- Supreme Court of Canada

Hearing: June 10, 1976 Judgment: October 5, 1976
- Full case name: Amax Potash Limited, International Minerals and Chemical Corporation (Canada) Limited, Duval Corporation of Canada, Cominco Ltd., United States Borax & Chemical Corporation, Hudson Bay Mining and Smelting Co., Limited, Swift Canadian Co., Limited, PPG Industries Canada Ltd., Alwinsal Potash of Canada Limited, Ideal Basic Industries, Inc., and Texasgulf Potash Company v. The Government of Saskatchewan
- Citations: [1977] 2 S.C.R. 576
- Prior history: Judgment for the Government of Saskatchewan in the Court of Appeal for Saskatchewan.
- Ruling: Appeal allowed.

Holding
- The government cannot enact legislation that protects the government from liability due to enacting legislation that was outside of its constitutional authority.

Court membership
- Chief Justice: Bora Laskin Puisne Justices: Ronald Martland, Wilfred Judson, Roland Ritchie, Wishart Spence, Louis-Philippe Pigeon, Brian Dickson, Jean Beetz, Louis-Philippe de Grandpré

Reasons given
- Unanimous reasons by: Dickson J.

= Amax Potash Ltd v Saskatchewan =

Amax Potash Ltd v Saskatchewan [1977] 2 S.C.R. 576 is a leading case of the Supreme Court of Canada on the application and role of the Constitution of Canada.

==Background==
During the 1970s, one of Saskatchewan's biggest industry was potash mining. Much of it was run by American mining companies that would export it to the US. The recently elected New Democratic Party (NDP) provincial government of Allan Blakeney enacted the Mineral Taxation Act and the Potash Reserve Regulations that effectively taxed the companies for their mining.

The mining companies sought to reclaim the tax that they had paid over the years. They made a Constitutional challenge against the Act on the grounds that the taxes were ultra vires the authority of the provincial government as taxation of this type was a matter for the federal government.

The provincial government sought refuge under section 5(7) of the Saskatchewan Proceedings Against the Crown Act, which barred recovery in just such an event. It stated that "the province's liability is limited in respect of things done or omitted in the exercise of power or authority under an ultra vires enactment".

The issue before the Court was whether the immunity clause, exempting itself from paying back money gained through invalid law, was valid law.

==Opinion of the Court==
The Court found in favour of the mining companies. The government was attempting to circumvent section 52 of the Constitution by exempting itself from federalism.

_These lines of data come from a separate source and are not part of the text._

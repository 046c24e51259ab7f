/**
 * What the separator page shows: the schedule and its next runs, the recent commands and their
 * outcomes, ΔP over the chosen range with the purges on it, ΔP before and after each purge, the
 * rate of rise between purges, and — only as a suggestion — a shorter interval.
 */
import { dpTrend, suggestInterval, type DpTrend, type IntervalSuggestion } from '$lib/purge';
import type { AppContext } from '../context';
import { notFound } from '../api/errors';
import * as repo from './repository';
import { commandView, type CommandView } from './commands';
import { readSchedule, type ScheduleView } from './schedule';

export const PAGE_RANGES_H = [6, 24, 72] as const;
export type PageRangeH = (typeof PAGE_RANGES_H)[number];
/** commands listed on the page, newest first */
const PAGE_COMMANDS = 200;

export interface SeparatorPage {
	vessel: { id: number; code: string; name: string; time_zone: string };
	schedule: ScheduleView;
	range: { from: number; to: number; hours: PageRangeH };
	commands: CommandView[];
	/** 1-minute means, epoch ms at the middle of each minute */
	dp: { at: number[]; mean_bar: number[]; min_bar: number[] };
	/** purge events (valve open → closed) in the range, epoch ms; closed_at null while open */
	valve: { opened_at: number; closed_at: number | null }[];
	trend: DpTrend;
	dp_max_bar: number;
	suggestion: IntervalSuggestion | null;
	latest: { dp_bar: number | null; purge_valve: 'open' | 'closed' | null; ts: number } | null;
	purge_pending: boolean;
}

export function pageRange(value: string | null): PageRangeH {
	const n = Number(value?.replace(/h$/, ''));
	return (PAGE_RANGES_H as readonly number[]).includes(n) ? (n as PageRangeH) : 24;
}

export async function separatorPage(
	ctx: AppContext,
	vesselId: number,
	hours: PageRangeH,
	now = Date.now()
): Promise<SeparatorPage> {
	const { db } = ctx;
	const vessel = await db
		.selectFrom('vessels')
		.select(['id', 'code', 'name', 'time_zone'])
		.where('id', '=', vesselId)
		.executeTakeFirst();
	if (!vessel) throw notFound('vessel');
	const from = now - hours * 3_600_000;
	const [schedule, rows, minutes, events] = await Promise.all([
		readSchedule(db, vesselId),
		repo.listCommands(db, vesselId, from, now, PAGE_COMMANDS),
		repo.dpMinutes(db, vesselId, from, now),
		repo.valveEvents(db, vesselId, from, now)
	]);
	const closed = events.filter((e): e is typeof e & { closed_at: number } => e.closed_at !== null);
	const trend = dpTrend(minutes, closed);
	const dpMax =
		ctx.services.alarms?.settings.forVessel(vesselId).separator_dp_max_bar ?? Number.NaN;

	// ΔP after the latest purge: measured at the purge where stored, else from the minute means
	const stored =
		rows.find((r) => r.outcome === 'done' && r.dp_after_bar !== null)?.dp_after_bar ?? null;
	const fromTrend =
		[...trend.purges].reverse().find((p) => p.dp_after_bar !== null)?.dp_after_bar ?? null;
	const dpAfter = stored ?? fromTrend;
	const suggestion =
		schedule.configured && dpAfter !== null
			? suggestInterval(
					schedule.schedule.interval_min,
					trend.intervals.map((i) => i.rate_bar_per_h),
					dpMax,
					dpAfter
				)
			: null;

	const latest = ctx.services.telemetry?.pipeline.latestSeparator.get(vesselId) ?? null;
	return {
		vessel,
		schedule,
		range: { from, to: now, hours },
		commands: rows.map(commandView),
		dp: {
			at: minutes.map((m) => m.at),
			mean_bar: minutes.map((m) => m.dp_bar),
			min_bar: minutes.map((m) => m.dp_min_bar)
		},
		valve: events.map((e) => ({ opened_at: e.opened_at, closed_at: e.closed_at })),
		trend,
		dp_max_bar: dpMax,
		suggestion,
		latest: latest
			? { dp_bar: latest.dp_bar, purge_valve: latest.purge_valve, ts: latest.ts }
			: null,
		purge_pending: ctx.services.purge?.verifier.hasPending(vesselId) ?? false
	};
}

In his reasoning, Dickson J. (as he was then) stated:

To allow moneys collected under compulsion, pursuant to an ultra vires statute, to be retained would be tantamount to allowing the provincial Legislature to do indirectly what it could not do directly, and by covert means to impose illegal burdens.

He concluded by stating:

The principle governing this appeal can be shortly and simply expressed in these terms: if a statute is found to be ultra vires the legislature which enacted it, legislation which would have the effect of attaching legal consequences to acts done pursuant to that invalid law must equally be ultra vires because it relates to the same subject-matter as that which was involved in the prior legislation. If a state cannot take by unconstitutional means it cannot retain by unconstitutional means.

==Aftermath==
Upon losing the case, Premier Blakeney met with the mining companies and threatened that the provincial government would take over the potash mining industry. Eventually, however, the companies and the government came to an agreement under which the government paid back only part of the taxes.